You can simply extract the new TWP files on your Tivo. Check out some of the guides floating around for the correct syntax to extract them. I don't believe the new directory will overwrite the old one because the old TWP directory name was in all lowercase and the new one is initial caps. You can delete the old TWP directory and rename the new one in all lowercase. Again, do a search for the correct Linux command to delete the old directory (google is your friend). That way you won't have to change any of the files that call the TWP program at bootup. If you have a backup of your season passes you may want to move it elsewhere temporarily or simply make a new one after installing the new TWP files.


----------



## Gunnyman (Jul 10, 2003)

actually the new twp requires you to un-tar on the tivo use tar -xvf
also you need to remove the old twp directory.


----------



## JWThiers (Apr 13, 2005)

Even easyier if your version of TWP has a module called "update" in the more (I think) tab use try that. If you named the TWP directory to what is recommended in TWP install instructions it will work fine. If you used zipper and it is an old version you may get an error because the directory had the wrong capitalization that was corrected in newer versions of zipper. In which case rerun tweak.sh and the latest version of the tweaks will be installed and the TWP update module will work properly.


----------



## jporter12 (Mar 10, 2006)

For some reason, when I upgraded straight to 2.0, it didn't work quite right, but I ran tweak.sh again, (I had a couple other things I wanted to redo) then I upgraded TWP to 1.3.1, then upgraded that to 2.0.0, and all is well. Also, if you use Hackman, you have to get the new version of it, also. 

The upgrade module is awesome!


----------



## Martin Tupper (Dec 18, 2003)

Gunnyman said:


> actually the new twp requires you to un-tar on the tivo use tar -xvf
> also you need to remove the old twp directory.


I didn't. I untarred on my PC and ftp'd the entire /TivoWebPlus directory into /vack/hack without (any obvious) issue. Why do I need to untar on the TiVo?


----------



## Gunnyman (Jul 10, 2003)

according to BTUxNine there's a hidden directory in the distro.

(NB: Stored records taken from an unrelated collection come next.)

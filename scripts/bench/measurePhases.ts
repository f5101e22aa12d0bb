/**
 * The phases of `analyze --json` in one process, each timed by the CPU time it used (user + system: steadier
 * than wall time on a shared machine), beside JSON.parse of the same energies in the same process.
 * Prints one JSON line: { parseMs, readMs, analyzeMs, jsonMs, extrema, rejected }.
 * Usage: tsx scripts/bench/measurePhases.ts <run folder holding EIGENVAL and energies.json | eigenvalue file with energies.json beside it>
 */
import { readFileSync, statSync } from 'node:fs';
import { dirname, join } from 'node:path';
import { loadRun } from '../../src/core/load';
import { nodeFileAccessor } from '../../src/cli/nodeFileAccessor';
import { analyzeBandStructure } from '../../src/core/analysis/analyze';
import { ensureSymmetryReady } from '../../src/core/lattice/symmetry';
import { installNativeSha256 } from '../../src/cli/nativeHash';
import { reportToJson } from '../../src/core/report/reportJson';

const cpuMs = (u: NodeJS.CpuUsage): number => (u.user + u.system) / 1000;

async function main(): Promise<void> {
  const arg = process.argv[2]!;
  const dir = statSync(arg).isDirectory() ? arg : dirname(arg);
  const file = dir === arg ? join(dir, 'EIGENVAL') : arg;
  installNativeSha256();
  await ensureSymmetryReady();
  let u = process.cpuUsage();
  const arr = JSON.parse(readFileSync(join(dir, 'energies.json'), 'utf8')) as number[];
  const parseMs = cpuMs(process.cpuUsage(u));
  if (!arr.length) throw new Error('no energies');
  u = process.cpuUsage();
  const bs = await loadRun(nodeFileAccessor, file);
  const readMs = cpuMs(process.cpuUsage(u));
  u = process.cpuUsage();
  const report = analyzeBandStructure(bs);
  const analyzeMs = cpuMs(process.cpuUsage(u));
  u = process.cpuUsage();
  const text = JSON.stringify(reportToJson(report), null, 2);
  const jsonMs = cpuMs(process.cpuUsage(u));
  console.log(
    JSON.stringify({
      parseMs,
      readMs,
      analyzeMs,
      jsonMs,
      bytes: text.length,
      extrema: report.extrema.length,
      rejected: (report.rejected ?? []).length,
    }),
  );
}

void main();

I guess only mac/Linux users should have to untar on the tivo since windows doesn't hide directories the same way linux/ OS X do.


----------



## Finnstang (Sep 11, 2003)

+1 on the upgrade module being awesome


----------



## BTUx9 (Nov 13, 2003)

There are a few notable differences when installing TWP2 (compared to older versions)

of most importance is that TWP2 needs r/w access to its config and backups subdirs... there's more info at http://www.seedwiki.com/wiki/tivowebplus/installation?wikiPageId=897799


----------